(Work to complete) Transcribe the records below exactly, from their first line through the line containing "def _kw_sources(frame: ast.AST, var_kw: str". Omit every line after it.

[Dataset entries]
-- Opening Marker --

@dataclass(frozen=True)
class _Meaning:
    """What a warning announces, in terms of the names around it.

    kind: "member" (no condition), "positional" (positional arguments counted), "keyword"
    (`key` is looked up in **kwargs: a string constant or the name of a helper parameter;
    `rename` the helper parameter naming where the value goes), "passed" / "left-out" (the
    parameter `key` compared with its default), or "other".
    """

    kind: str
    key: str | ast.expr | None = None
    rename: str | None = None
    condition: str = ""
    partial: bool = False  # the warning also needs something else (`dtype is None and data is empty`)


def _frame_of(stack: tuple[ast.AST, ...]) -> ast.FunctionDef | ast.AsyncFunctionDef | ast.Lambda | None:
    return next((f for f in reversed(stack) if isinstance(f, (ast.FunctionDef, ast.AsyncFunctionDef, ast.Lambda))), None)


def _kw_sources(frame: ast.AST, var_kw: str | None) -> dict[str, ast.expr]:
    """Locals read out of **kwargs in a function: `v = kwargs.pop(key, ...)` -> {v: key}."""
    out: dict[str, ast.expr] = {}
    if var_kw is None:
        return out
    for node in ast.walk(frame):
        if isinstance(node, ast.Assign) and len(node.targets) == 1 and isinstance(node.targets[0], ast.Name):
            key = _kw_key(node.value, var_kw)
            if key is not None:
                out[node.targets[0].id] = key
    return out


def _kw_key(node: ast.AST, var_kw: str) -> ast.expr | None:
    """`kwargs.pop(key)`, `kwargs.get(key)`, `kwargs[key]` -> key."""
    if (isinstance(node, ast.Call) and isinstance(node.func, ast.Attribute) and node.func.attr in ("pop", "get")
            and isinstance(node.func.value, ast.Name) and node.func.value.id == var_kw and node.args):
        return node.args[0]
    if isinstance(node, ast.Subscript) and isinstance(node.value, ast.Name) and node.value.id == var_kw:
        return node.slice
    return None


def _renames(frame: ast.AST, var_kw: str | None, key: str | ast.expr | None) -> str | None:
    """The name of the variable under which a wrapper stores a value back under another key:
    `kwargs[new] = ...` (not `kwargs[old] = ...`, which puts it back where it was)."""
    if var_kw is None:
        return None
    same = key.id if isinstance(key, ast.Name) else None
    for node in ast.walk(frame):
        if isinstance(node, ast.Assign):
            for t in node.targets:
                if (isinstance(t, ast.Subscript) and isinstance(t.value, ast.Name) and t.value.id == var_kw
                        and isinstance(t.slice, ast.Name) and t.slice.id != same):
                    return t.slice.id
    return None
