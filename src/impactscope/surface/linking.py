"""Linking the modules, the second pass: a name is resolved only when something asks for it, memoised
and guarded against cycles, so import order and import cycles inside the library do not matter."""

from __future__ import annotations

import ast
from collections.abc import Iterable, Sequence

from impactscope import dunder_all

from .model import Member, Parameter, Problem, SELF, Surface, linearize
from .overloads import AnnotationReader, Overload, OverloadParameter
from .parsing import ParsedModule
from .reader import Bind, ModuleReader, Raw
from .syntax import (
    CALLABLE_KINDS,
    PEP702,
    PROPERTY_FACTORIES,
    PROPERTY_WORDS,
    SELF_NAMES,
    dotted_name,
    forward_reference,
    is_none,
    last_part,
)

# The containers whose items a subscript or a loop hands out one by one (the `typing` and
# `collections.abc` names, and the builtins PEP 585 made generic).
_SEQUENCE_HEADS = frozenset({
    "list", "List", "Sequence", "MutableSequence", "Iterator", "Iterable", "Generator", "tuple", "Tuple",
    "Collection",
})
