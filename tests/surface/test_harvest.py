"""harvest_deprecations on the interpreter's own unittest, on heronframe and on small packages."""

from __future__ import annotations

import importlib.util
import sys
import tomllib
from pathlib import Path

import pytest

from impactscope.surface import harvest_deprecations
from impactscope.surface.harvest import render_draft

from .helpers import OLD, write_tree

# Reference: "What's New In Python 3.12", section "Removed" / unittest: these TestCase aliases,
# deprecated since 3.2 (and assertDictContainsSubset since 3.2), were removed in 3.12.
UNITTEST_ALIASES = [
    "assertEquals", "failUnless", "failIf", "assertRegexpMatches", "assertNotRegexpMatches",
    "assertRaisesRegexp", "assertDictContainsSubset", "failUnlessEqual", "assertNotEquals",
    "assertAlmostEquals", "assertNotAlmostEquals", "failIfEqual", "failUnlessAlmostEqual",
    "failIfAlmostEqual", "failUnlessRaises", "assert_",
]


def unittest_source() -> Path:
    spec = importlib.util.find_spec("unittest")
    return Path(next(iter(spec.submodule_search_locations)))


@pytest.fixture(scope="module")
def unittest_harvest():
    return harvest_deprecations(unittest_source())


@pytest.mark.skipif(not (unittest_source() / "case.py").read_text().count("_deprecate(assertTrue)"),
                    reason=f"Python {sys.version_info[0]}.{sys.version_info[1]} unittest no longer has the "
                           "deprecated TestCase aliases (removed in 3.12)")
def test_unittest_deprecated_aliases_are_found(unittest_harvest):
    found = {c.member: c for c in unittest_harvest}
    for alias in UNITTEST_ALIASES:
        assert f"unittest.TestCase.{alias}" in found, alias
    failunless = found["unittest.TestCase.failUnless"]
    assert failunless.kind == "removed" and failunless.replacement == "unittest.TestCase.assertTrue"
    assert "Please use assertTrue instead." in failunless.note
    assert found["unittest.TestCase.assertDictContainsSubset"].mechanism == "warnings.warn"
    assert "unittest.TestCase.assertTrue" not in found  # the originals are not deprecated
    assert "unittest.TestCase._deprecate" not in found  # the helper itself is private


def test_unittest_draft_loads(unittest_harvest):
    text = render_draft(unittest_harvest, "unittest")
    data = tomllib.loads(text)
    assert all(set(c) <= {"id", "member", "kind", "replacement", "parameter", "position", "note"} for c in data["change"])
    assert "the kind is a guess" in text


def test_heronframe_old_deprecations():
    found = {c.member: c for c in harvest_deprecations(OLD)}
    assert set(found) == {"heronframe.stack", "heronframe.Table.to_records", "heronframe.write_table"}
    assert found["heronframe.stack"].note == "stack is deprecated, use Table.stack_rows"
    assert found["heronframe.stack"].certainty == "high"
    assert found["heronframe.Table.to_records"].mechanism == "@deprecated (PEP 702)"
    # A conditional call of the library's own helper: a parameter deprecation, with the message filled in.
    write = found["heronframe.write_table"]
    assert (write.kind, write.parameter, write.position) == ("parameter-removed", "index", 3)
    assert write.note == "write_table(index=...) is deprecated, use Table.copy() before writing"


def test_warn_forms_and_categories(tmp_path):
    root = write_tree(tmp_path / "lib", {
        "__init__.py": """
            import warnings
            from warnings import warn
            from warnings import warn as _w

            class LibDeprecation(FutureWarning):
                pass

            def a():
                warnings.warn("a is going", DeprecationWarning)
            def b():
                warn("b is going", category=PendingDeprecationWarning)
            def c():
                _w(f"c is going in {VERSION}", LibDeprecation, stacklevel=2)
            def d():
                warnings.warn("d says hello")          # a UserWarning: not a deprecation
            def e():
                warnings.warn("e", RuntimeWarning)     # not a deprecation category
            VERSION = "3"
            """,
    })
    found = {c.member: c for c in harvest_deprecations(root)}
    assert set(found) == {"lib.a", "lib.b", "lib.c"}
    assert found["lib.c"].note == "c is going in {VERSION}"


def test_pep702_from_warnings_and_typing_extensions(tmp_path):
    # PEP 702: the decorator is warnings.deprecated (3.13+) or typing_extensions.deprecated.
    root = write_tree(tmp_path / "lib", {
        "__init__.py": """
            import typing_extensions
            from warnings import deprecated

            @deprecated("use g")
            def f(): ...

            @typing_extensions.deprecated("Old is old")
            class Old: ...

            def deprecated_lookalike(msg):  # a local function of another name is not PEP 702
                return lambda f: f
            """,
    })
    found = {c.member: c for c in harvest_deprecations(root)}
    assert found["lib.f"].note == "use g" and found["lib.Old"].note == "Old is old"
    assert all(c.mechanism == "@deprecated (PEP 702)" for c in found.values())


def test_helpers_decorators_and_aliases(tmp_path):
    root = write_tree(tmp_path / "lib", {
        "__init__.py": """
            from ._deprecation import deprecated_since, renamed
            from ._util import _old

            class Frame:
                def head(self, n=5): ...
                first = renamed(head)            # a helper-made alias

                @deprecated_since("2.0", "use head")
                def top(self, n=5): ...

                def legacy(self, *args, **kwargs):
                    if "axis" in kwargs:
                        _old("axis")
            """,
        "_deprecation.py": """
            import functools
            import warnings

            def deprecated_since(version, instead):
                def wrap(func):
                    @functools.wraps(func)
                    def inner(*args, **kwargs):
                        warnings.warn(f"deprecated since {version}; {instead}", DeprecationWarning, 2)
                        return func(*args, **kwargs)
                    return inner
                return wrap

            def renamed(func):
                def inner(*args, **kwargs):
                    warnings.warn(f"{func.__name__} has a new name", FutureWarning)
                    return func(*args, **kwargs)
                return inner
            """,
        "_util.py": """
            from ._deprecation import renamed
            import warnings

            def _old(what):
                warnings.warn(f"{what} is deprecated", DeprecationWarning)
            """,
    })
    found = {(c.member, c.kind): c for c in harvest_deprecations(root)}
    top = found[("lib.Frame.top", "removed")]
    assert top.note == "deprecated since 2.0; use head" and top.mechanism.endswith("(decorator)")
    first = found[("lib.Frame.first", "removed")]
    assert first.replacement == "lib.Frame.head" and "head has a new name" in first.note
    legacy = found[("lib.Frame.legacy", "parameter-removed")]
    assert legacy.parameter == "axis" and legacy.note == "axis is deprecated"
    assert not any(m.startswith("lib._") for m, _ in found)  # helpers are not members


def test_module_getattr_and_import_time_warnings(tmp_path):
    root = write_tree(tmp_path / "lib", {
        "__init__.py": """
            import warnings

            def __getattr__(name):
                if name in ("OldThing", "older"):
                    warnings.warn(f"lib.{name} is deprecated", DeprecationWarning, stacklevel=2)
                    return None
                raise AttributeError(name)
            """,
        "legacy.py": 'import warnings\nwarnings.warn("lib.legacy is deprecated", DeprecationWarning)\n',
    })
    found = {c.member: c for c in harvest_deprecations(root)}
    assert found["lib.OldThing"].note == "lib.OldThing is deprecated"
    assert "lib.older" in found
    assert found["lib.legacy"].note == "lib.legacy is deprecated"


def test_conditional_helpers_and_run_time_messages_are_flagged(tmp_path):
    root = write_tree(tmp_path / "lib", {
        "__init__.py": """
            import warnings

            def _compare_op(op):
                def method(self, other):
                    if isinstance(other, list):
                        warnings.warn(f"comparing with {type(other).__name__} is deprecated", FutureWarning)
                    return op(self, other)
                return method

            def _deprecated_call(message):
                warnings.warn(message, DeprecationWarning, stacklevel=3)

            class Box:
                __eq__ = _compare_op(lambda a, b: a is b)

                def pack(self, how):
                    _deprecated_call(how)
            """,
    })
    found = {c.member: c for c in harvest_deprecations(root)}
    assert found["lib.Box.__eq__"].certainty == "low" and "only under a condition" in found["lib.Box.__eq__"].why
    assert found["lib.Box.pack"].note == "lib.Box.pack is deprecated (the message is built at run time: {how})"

-- Closing Marker --

(Response below)
@dataclass(frozen=True)
class _Meaning:
    """What a warning announces, in terms of the names around it.

    kind: "member" (no condition), "positional" (positional arguments counted), "keyword"
    (`key` is looked up in **kwargs: a string constant or the name of a helper parameter;
    `rename` the helper parameter naming where the value goes), "passed" / "left-out" (the
    parameter `key` compared with its default), or "other".
    """

    kind: str
    key: str | ast.expr | None = None
    rename: str | None = None
    condition: str = ""
    partial: bool = False  # the warning also needs something else (`dtype is None and data is empty`)


def _frame_of(stack: tuple[ast.AST, ...]) -> ast.FunctionDef | ast.AsyncFunctionDef | ast.Lambda | None:
    return next((f for f in reversed(stack) if isinstance(f, (ast.FunctionDef, ast.AsyncFunctionDef, ast.Lambda))), None)


def _kw_sources(frame: ast.AST, var_kw: str | None) -> dict[str, ast.expr]:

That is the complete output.